> Problem to work on
From the records below, copy out exactly the lines from the one containing "let source = 'none';" to the one containing "through connection errors.", both included. Add nothing else.

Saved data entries
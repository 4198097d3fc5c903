/**
 * Vitest global setup of the `integration` project: finds a Kafka broker for the tests.
 *
 * Sources, first that works wins (docs/kafka.md):
 *  1. env `KAFKA_BROKERS` (a broker someone already runs);
 *  2. testcontainers' Kafka module, when a Docker engine answers a ping within a second;
 *  3. the local broker of scripts/kafka.mjs: a running `npm run kafka:up` instance is
 *     reused as is, otherwise a private instance is started and stopped at teardown.
 *
 * Tests read the list with `inject('kafkaBrokers')` (also in `process.env.KAFKA_BROKERS`).
 * An empty string means no broker: the tests skip loudly, except with CI=true, where the
 * run fails with the reason.
 */
import { request } from 'node:http';
import { existsSync } from 'node:fs';
import type { TestProject } from 'vitest/node';
import {
  DEFAULT_INSTANCE,
  brokerAnswers,
  brokerStatus,
  startBroker,
  stopBroker,
} from '../../scripts/kafka.mjs';

declare module 'vitest' {
  export interface ProvidedContext {
    /** Comma-separated `host:port` list, or '' when no broker could be had outside CI. */
    kafkaBrokers: string;
    /** Which source gave the broker: 'env', 'testcontainers', 'local' or 'none'. */
    kafkaSource: string;
  }
}

/** The image testcontainers' Kafka module drives (Confluent Platform 7.9 carries Apache Kafka 3.9). */
const CONTAINER_IMAGE = 'confluentinc/cp-kafka:7.9.0';

const log = (msg: string): void => {
  process.stderr.write(`[kafka-global] ${msg}\n`);
};

function isCi(): boolean {
  return process.env.CI === 'true' || process.env.CI === '1';
}

/** Pings the Docker engine's `/_ping` over its unix socket; false within ~1 s if none. */
function dockerAnswers(timeoutMs = 1000): Promise<boolean> {
  const host = process.env.DOCKER_HOST ?? '';
  const socketPath = host.startsWith('unix://') ? host.slice('unix://'.length) : host === '' ? '/var/run/docker.sock' : '';
  // Only a local socket is probed: a tcp:// engine is left to testcontainers' own discovery
  // when the user asks for it explicitly with PAIRFLOW_TEST_DOCKER=1.
  if (socketPath === '') return Promise.resolve(process.env.PAIRFLOW_TEST_DOCKER === '1');
  if (!existsSync(socketPath)) return Promise.resolve(false);
  return new Promise((resolve) => {
    const req = request({ socketPath, path: '/_ping', method: 'GET', timeout: timeoutMs }, (res) => {
      res.resume();
      resolve(res.statusCode === 200);
    });
    req.on('timeout', () => { req.destroy(); resolve(false); });
    req.on('error', () => resolve(false));
    req.end();
  });
}

type Teardown = () => Promise<void>;

async function fromTestcontainers(): Promise<{ brokers: string; teardown: Teardown }> {
  const { KafkaContainer } = await import('@testcontainers/kafka');
  const container = await new KafkaContainer(CONTAINER_IMAGE)
    .withKraft()
    .withEnvironment({
      KAFKA_TRANSACTION_STATE_LOG_REPLICATION_FACTOR: '1',
      KAFKA_TRANSACTION_STATE_LOG_NUM_PARTITIONS: '1',
    })
    .start();
  const brokers = `${container.getHost()}:${container.getMappedPort(9093)}`;
  return { brokers, teardown: async () => { await container.stop(); } };
}

async function fromLocalBroker(): Promise<{ brokers: string; teardown: Teardown; detail: string }> {
  // A broker the developer started with `npm run kafka:up` is shared, never stopped here.
  const running = brokerStatus().find((s) => s.instance === DEFAULT_INSTANCE && s.alive);
  if (running) {
    const brokers = `127.0.0.1:${running.brokerPort}`;
    if (await brokerAnswers([brokers])) {
      return { brokers, teardown: async () => {}, detail: `reused instance '${DEFAULT_INSTANCE}' (Kafka ${running.version})` };
    }
  }
  // A private instance per run, so parallel runs never stop each other's broker.
  const instance = `vitest-${process.pid}`;
  const r = await startBroker({ instance, ownerPid: process.pid });
  return {
    brokers: r.brokers,
    teardown: async () => { await stopBroker({ instance }); },
    detail: `started instance '${instance}' (Kafka ${r.version}, pid ${r.pid}) in ${(r.startMs / 1000).toFixed(1)} s` +
      (r.fetchMs > 1000 ? ` after resolving artifacts in ${(r.fetchMs / 1000).toFixed(1)} s` : ''),
  };
}

export default async function setup(project: TestProject): Promise<Teardown> {
  const reasons: string[] = [];
  let brokers = '';
  let source = 'none';
  let teardown: Teardown = async () => {};

  const fromEnv = process.env.KAFKA_BROKERS?.trim();
  if (fromEnv) {
    brokers = fromEnv;
    source = 'env';
    // Used as given either way; the warning saves a hunt through connection errors.
    const answers = await brokerAnswers(brokers.split(',').map((b) => b.trim()).filter(Boolean));
    log(`using KAFKA_BROKERS=${brokers}${answers ? '' : ' (WARNING: it does not answer a metadata request)'}`);
  }
  if (!brokers) {
    if (await dockerAnswers()) {
      try {
        const r = await fromTestcontainers();
        ({ brokers, teardown } = r);
        source = 'testcontainers';
        log(`using testcontainers (${CONTAINER_IMAGE}) at ${brokers}`);
      } catch (err) {
        reasons.push(`testcontainers: ${(err as Error).message}`);
      }
    } else {
      reasons.push('testcontainers: no Docker engine answers');
    }
  }
  if (!brokers) {
    try {
      const r = await fromLocalBroker();
      ({ brokers, teardown } = r);
      source = 'local';
      log(`using the local broker at ${brokers}: ${r.detail}`);
    } catch (err) {
      const e = err as Error & { code?: string };
      reasons.push(`local broker: ${e.message}${e.code ? ` [${e.code}]` : ''}`);
    }
  }
  if (!brokers) {
    const why = `no Kafka broker for the integration tests:\n  ${reasons.join('\n  ')}`;
    if (isCi()) throw new Error(`CI=true: ${why}`);
    log(`${why}\n  the Kafka tests are SKIPPED (set KAFKA_BROKERS or fix the local broker; see docs/kafka.md)`);
  }

  process.env.KAFKA_BROKERS = brokers;
  project.provide('kafkaBrokers', brokers);
  project.provide('kafkaSource', source);
  return teardown;
}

> Result
  let source = 'none';
  let teardown: Teardown = async () => {};

  const fromEnv = process.env.KAFKA_BROKERS?.trim();
  if (fromEnv) {
    brokers = fromEnv;
    source = 'env';
    // Used as given either way; the warning saves a hunt through connection errors.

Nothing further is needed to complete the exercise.